I'm reminded of a time in my senior year of high school, we were surprised by a quiz on a Russian short story NO ONE had read. I got a 75%. I credit that to my decade-plus of years being a Voracious Reader giving me an edge in guessing what the most likely right answer was, and also because multiple-choice is often a crap way to test students.
this is a great way to both identify your worst students & entertain the best ones.

one of my favorite teachers ever taught European History when I was in 11th grade; he was one of those awesome lovable curmudgeon types with a great sense of humor, & he was a big fan of joke answers on tests.

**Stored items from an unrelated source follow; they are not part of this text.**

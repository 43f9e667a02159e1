from django.apps import AppConfig


class AssetsConfig(AppConfig):
    name = "assets"
    verbose_name = "Assets"
    default_auto_field = "django.db.models.BigAutoField"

on one exam, there was a a multiple-choice question about the animal chiefly responsible for transmitting the plague, & almost everyone got it wrong, selecting "rats" instead of the correct answer, which was "fleas." after a heated debate--the fleas were ON the rats, so weren't the rats implicated as well, & also, the intro to the series of history-lesson videos we watched included a shot of rats climbing along ships' moorings with a title card referencing the Black Death--he begrudgingly gave credit for either answer.

...& then on the final, the same question appeared, & the choices were something like:

a) rats and only rats
b) rats being carried by fleas
c) fleas being carried by rats
d) fleas riding tiny flea-sized horses
e) unnecessarily forgiving history teachers

(I'm sure I'm not doing justice to the original, but I'm also sure that my parents wouldn't be interested in doing several hours worth of digging through the basement to see if a copy of a 15-year-old history test is among my personal archives, so you'll have to make do with this tribute, Tenacious D-style.)
1 reply · active 517 weeks ago
Since we're being sassy on multiple choice, the correct answer is obviously to write in "f) humans."
1. True or False: Scout is a girl.

80% of them got it wrong.

Sigh.
I loved it when professors would put jokey answers on their Scantron tests, but I never realized people actually... chose... them.